Some of these are fab. This is one from a fair few years ago now but this was however a very scary period of time when my horse used to think it was fun to take strides like this on a regular basis! At that time I had very little concept of what getting in deep to a fence was. Luckily he always cleared them and over the years learnt that you are aloud to take off infront of the fence instead of miles away, bless him.


----------



## Starbucks (30 March 2011)

For some reason, this little rustic was very scary, and putting a little stride in was not an option!  Silly Badger!


----------



## PaddyMonty (30 March 2011)

Two weeks earlier this horse came second in a puisance.
Was demonstrating to prospective purchaser how honest he was and just trotted in on the buckle. Never entered my head he would refuse.


----------



## gonebananas (30 March 2011)

JunoXV said:



			Two weeks earlier this horse came second in a puisance.
Was demonstrating to prospective purchaser how honest he was and just trotted in on the buckle. Never entered my head he would refuse. 





Click to expand...

was the horse sold to that particular purchaser? lol


----------



## gonebananas (30 March 2011)

had to share this one with you all. was supposed to be jumping it from the other side got over it, she stopped did a little buck/jump thing and span around...i went splat!! my little brother is to thank for this photo bless him


----------



## BeckyD (31 March 2011)

I just wanted to say how much I'm enjoying these pictures - thank you everyone!  Sadly none of my (many) bloopers seem to be on camera


----------



## vallin (31 March 2011)

Not me, one I took at Weston Park a couple of years ago






Our first pairs HT












I then came 7th in the individual 

Little Downham HT-can you tell she was being a monster?












Eddie Sans at Burghley






I've got a load more I'll ttry and dig out


----------



## PaddyMonty (31 March 2011)

gonebananas said:



			was the horse sold to that particular purchaser? lol
		
Click to expand...

Yes!

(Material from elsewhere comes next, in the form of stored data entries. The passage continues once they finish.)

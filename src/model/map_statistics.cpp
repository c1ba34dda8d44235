// SPDX-License-Identifier: GPL-2.0-or-later
#include "model/map_statistics.h"

#include <algorithm>
#include <array>
#include <cmath>

#include "base/vector_width.h"

namespace foreglow {
namespace {

constexpr std::size_t lanes =
    8;  // sums run in this many lanes whatever the processor, so that they are the same everywhere

struct Lanes {
    std::array<double, lanes> defined{}, negative{}, sum{}, sum_of_squares{}, lowest, highest;
};

FOREGLOW_WIDE
void add_to_lanes(const double* values, std::size_t count, Lanes& l) {
    for (std::size_t first = 0; first + lanes <= count; first += lanes)
        for (std::size_t i = 0; i < lanes; ++i) {
            const double v = values[first + i];
            const bool is_number = v == v;
            const double value = is_number ? v : 0.0;
            l.defined[i] += is_number ? 1.0 : 0.0;
            l.negative[i] += value < 0 ? 1.0 : 0.0;
            l.sum[i] += value;
            l.sum_of_squares[i] += value * value;
            // Comparisons with NaN are false, so that it never gets in.
            l.lowest[i] = v < l.lowest[i] ? v : l.lowest[i];
            l.highest[i] = v > l.highest[i] ? v : l.highest[i];
        }
}

}  // namespace

void MapStatistics::add(std::span<const double> values) {
    Lanes l;
    l.lowest.fill(std::numeric_limits<double>::infinity());
    l.highest.fill(-std::numeric_limits<double>::infinity());
    const std::size_t whole = values.size() / lanes * lanes;
    add_to_lanes(values.data(), whole, l);
    std::array<double, lanes> rest;
    rest.fill(std::numeric_limits<double>::quiet_NaN());
    std::copy(values.begin() + static_cast<std::ptrdiff_t>(whole), values.end(), rest.begin());
    add_to_lanes(rest.data(), lanes, l);
    MapStatistics added;
    for (std::size_t i = 0; i < lanes; ++i) {
        added.defined += static_cast<std::int64_t>(l.defined[i]);
        added.negative += static_cast<std::int64_t>(l.negative[i]);
        added.sum += l.sum[i];
        added.sum_of_squares += l.sum_of_squares[i];
        added.lowest = std::min(added.lowest, l.lowest[i]);
        added.highest = std::max(added.highest, l.highest[i]);
    }
    added.undefined = static_cast<std::int64_t>(values.size()) - added.defined;
    merge(added);
}

void MapStatistics::merge(const MapStatistics& other) {
    defined += other.defined;
    undefined += other.undefined;
    negative += other.negative;
    sum += other.sum;
    sum_of_squares += other.sum_of_squares;
    lowest = std::min(lowest, other.lowest);
    highest = std::max(highest, other.highest);
}

double MapStatistics::rms() const {
    return defined > 0 ? std::sqrt(sum_of_squares / static_cast<double>(defined)) : 0.0;
}

}  // namespace foreglow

Until it failed the vet. 
Once I'd re-mounted I pick up normal SJ canter and he popped over the fence no bother.  The viewee's husband took that pic and kindly sent it to me.


----------



## Kokopelli (31 March 2011)

Andy took a stride out, I got left behind. Poor Andy.






I do normally slip my reins but for some reason on this occasion it didn't register.

Like a 2ft drop but Koko decided it was 5ft


----------



## Vixen Van Debz (31 March 2011)

Here's one of the RI's at my school.  Both horse and rider were fine (just horribly embarassed)! I saw this when I went to her house about a month ago: to have framed it and put it on display is a sign of her GSOH I think! Thanks heavens there wasn't actually any water in those trays... lol!


----------



## WellyBaggins (31 March 2011)

^^^ ha ha   FAB pic


----------



## ArcticFox (31 March 2011)

Theses photos are fab, 

i am sorry to say that I tend to delete or bin bad photos - too embarassed to keep them so no ones of me.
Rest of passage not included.